Toque de queda para las caricias / Andrà tutto bene.

La primera medida que tomó el gobierno italiano fue la prohibición de besos, abrazos y saludos estrechos. 200 euros de multa y la posibilidad de arrivar a una estación de Policía si se violaba la norma.

Estábamos en un parqueadero esperando a unos amigos de Robert, mi novio, para salir a hacer un paseo corto por la Toscana y comer una deliciosa carne a la fiorentina, la de un famoso macellaio.
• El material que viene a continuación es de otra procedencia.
def test_meek_rules_find_all_that_background_knowledge_implies() -> None:
    """With free edges directed as in one member, those are directed on which all such members agree.

    The four rules are complete with background knowledge (Meek 1995). Every class on four nodes, every
    set of up to three free edges, every way that members direct them.
    """
    n_cases = 0

    for group in classes_by_separation(4):
        cpdag_arrow = union(group).arrow
        free = np.argwhere(np.triu(cpdag_arrow & cpdag_arrow.T)).tolist()
        for size in (1, 2, 3):
            for chosen in itertools.combinations(free, size):
                agreeing = defaultdict(list)
                for dag in group:
                    agreeing[tuple(bool(dag.arrow[i, j]) for i, j in chosen)].append(dag)
                for directions, dags in agreeing.items():
                    arrow = cpdag_arrow.copy()
                    for (i, j), is_forward in zip(chosen, directions):
                        arrow[(j, i) if is_forward else (i, j)] = False

                    meek_rules(arrow, NO_TRIPLES)

                    assert np.array_equal(np.any([dag.arrow for dag in dags], axis=0), arrow)
                    n_cases += 1

    assert n_cases > 1000


def narrowed(group: tuple[Graph, ...], known: NDArray[np.bool_]) -> tuple[Graph, ...]:
    """Keep the DAGs that accord with what is known, statement by statement, while any are left."""
    for x, y in np.argwhere(known).tolist():
        group = tuple(dag for dag in group if not dag.arrow[y, x]) or group
    return group


def test_knowledge_directs_what_all_dags_that_accord_with_it_agree_on(rng: np.random.Generator) -> None:
    """Meek (1995), theorem 4: for every class on four nodes, against the union of the DAGs that are left.

    What is known is drawn, so that now and then it contradicts the class or itself: then the statements that
    come first by position, and still leave a DAG, decide.
    """
    n_directed = n_passed_over = 0

    for group in classes_by_separation(4):
        for share in (0.1, 0.3, 0.6):
            known = rng.random((4, 4)) < share
            np.fill_diagonal(known, False)
            left = narrowed(group, known)

            assert union(left) == maximally_oriented(union(group), known)
            n_directed += union(left) != union(group)
            n_passed_over += any(dag.arrow[y, x] for dag in left for x, y in np.argwhere(known).tolist())

    assert min(n_directed, n_passed_over) > 50
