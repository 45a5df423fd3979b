"""Graphs as GraphML (Brandes et al. 2002), by way of networkx.

An undirected edge is written as arcs in both directions, which any reader of directed graphs takes.
On reading, an edge attribute ``kind`` (``directed`` or ``undirected``) says it as well, and so does a
file whose edges are all undirected.
"""

from __future__ import annotations

import re
import warnings
from typing import TYPE_CHECKING
from xml.etree.ElementTree import ParseError

from generators.errors import InputError
from generators.files.text import shown
from generators.graph import DIRECTED, UNDIRECTED, Graph

if TYPE_CHECKING:
    import networkx as nx

# A document type may declare entities that swell to any size or fetch other files.
_DECLARATION = re.compile(r"<!(?:DOCTYPE|ENTITY)", re.IGNORECASE)
_NOT_XML = re.compile("[^\t\n\r\x20-\ud7ff\ue000-\ufffd\U00010000-\U0010ffff]")


def parse_graphml(text: str, where: str) -> Graph:
    """Read a graph from the text of a GraphML file.

    Raises
    ------
    InputError
        If the text is no GraphML, declares a document type or entities, has two edges for a pair, or a
        kind that is not known.

    Examples
    --------
    >>> parse_graphml(graphml_text(Graph.from_edges("ab", undirected=[("a", "b")])), "g.graphml")
    Graph(2 variables: a - b)
    """
    import networkx as nx

    declaration = _DECLARATION.search(text)
    if declaration:
        line = text.count("\n", 0, declaration.start()) + 1
        raise InputError(f"{where}:{line}: a document type or entity declaration is not accepted.")
    if not text.strip():
        raise InputError(f"{where}: expected GraphML, found an empty file.")
    try:
        with warnings.catch_warnings():
            warnings.simplefilter("ignore")  # on drawing details, which are none of a graph's edges
            parsed = nx.parse_graphml(text, node_type=_node)  # type: ignore[call-overload]  # any callable is taken
    except ParseError as error:
        line, column = error.position
        raise InputError(f"{where}:{line}:{column + 1}: not XML ({str(error).partition(':')[0]}).") from None
    except Exception as error:  # networkx answers a malformed file with whatever its parts raise
        raise InputError(
            f"{where}: not GraphML of a plain graph ({shown(str(error) or type(error).__name__)})."
        ) from None
    try:
        return Graph.from_networkx(_arcs(parsed))
    except InputError as error:
        raise InputError(*(f"{where}: {fault}." for fault in error.faults)) from None


def _node(identifier: str | None) -> str:
    if not identifier:
        raise ValueError("a node or an edge's end without an id")
    return identifier


def _arcs(parsed: nx.Graph[str]) -> nx.DiGraph[str]:
    import networkx as nx

    usual = parsed.graph.get("edge_default", {}).get("kind", DIRECTED if parsed.is_directed() else UNDIRECTED)
    arcs: nx.DiGraph[str] = nx.DiGraph()
    given: dict[tuple[str, str], str] = {}
    arcs.add_nodes_from(parsed.nodes)
    for source, target, attributes in parsed.edges(data=True):
        kind = attributes.get("kind", usual)
        if kind not in (DIRECTED, UNDIRECTED):
            raise InputError(
                f"the edge {shown(source)} - {shown(target)} has the kind {shown(str(kind))}; "
                f"accepted: {DIRECTED}, {UNDIRECTED}"
            )
        if kind == DIRECTED and not parsed.is_directed():
            raise InputError(f"the edge {shown(source)} - {shown(target)} is directed in an undirected graph")
        if (source, target) in given or given.get((target, source), kind) != kind:
            raise InputError(f"the pair {shown(source)}, {shown(target)} has more than one edge")
        given[source, target] = kind
        arcs.add_edge(source, target)
        if kind == UNDIRECTED:
            arcs.add_edge(target, source)
    if not arcs:
        raise InputError("expected at least one node, found none")
    return arcs


def graphml_text(graph: Graph) -> str:
    """Return the text of a GraphML file, nodes in the graph's order.

    Raises
    ------
    InputError
        If a name holds a character that XML cannot hold.

    Examples
    --------
    >>> graphml_text(Graph.from_edges(["rain"])).splitlines()[-3].strip()
    '<node id="rain" />'
    """
    import networkx as nx

    for name in graph.names:
        if _NOT_XML.search(name):
            raise InputError(f"GraphML cannot hold the name {shown(name)}: no control character.")
    return "\n".join(nx.generate_graphml(graph.to_networkx())) + "\n"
Mientras llegaban sus amigos, en compañía de sus novias, se saludaban, en su italiano cómplice y veloz, y  se “reían” con preocupación de la medida de “evitar los acostumbrados dobles besos de los Italianos”.

Sin embargo…

La medida más dura llegaría ese día seis horas después, cuando Conte, el sábado 7 de marzo, comunicó que Italia cerraba sus fronteras. Los viajes internos dentro del país quedaban vetados y, por supuesto, la llegada de quienes planeaban visitar la bellísima botica, quedaba aplazada hasta nuevo aviso.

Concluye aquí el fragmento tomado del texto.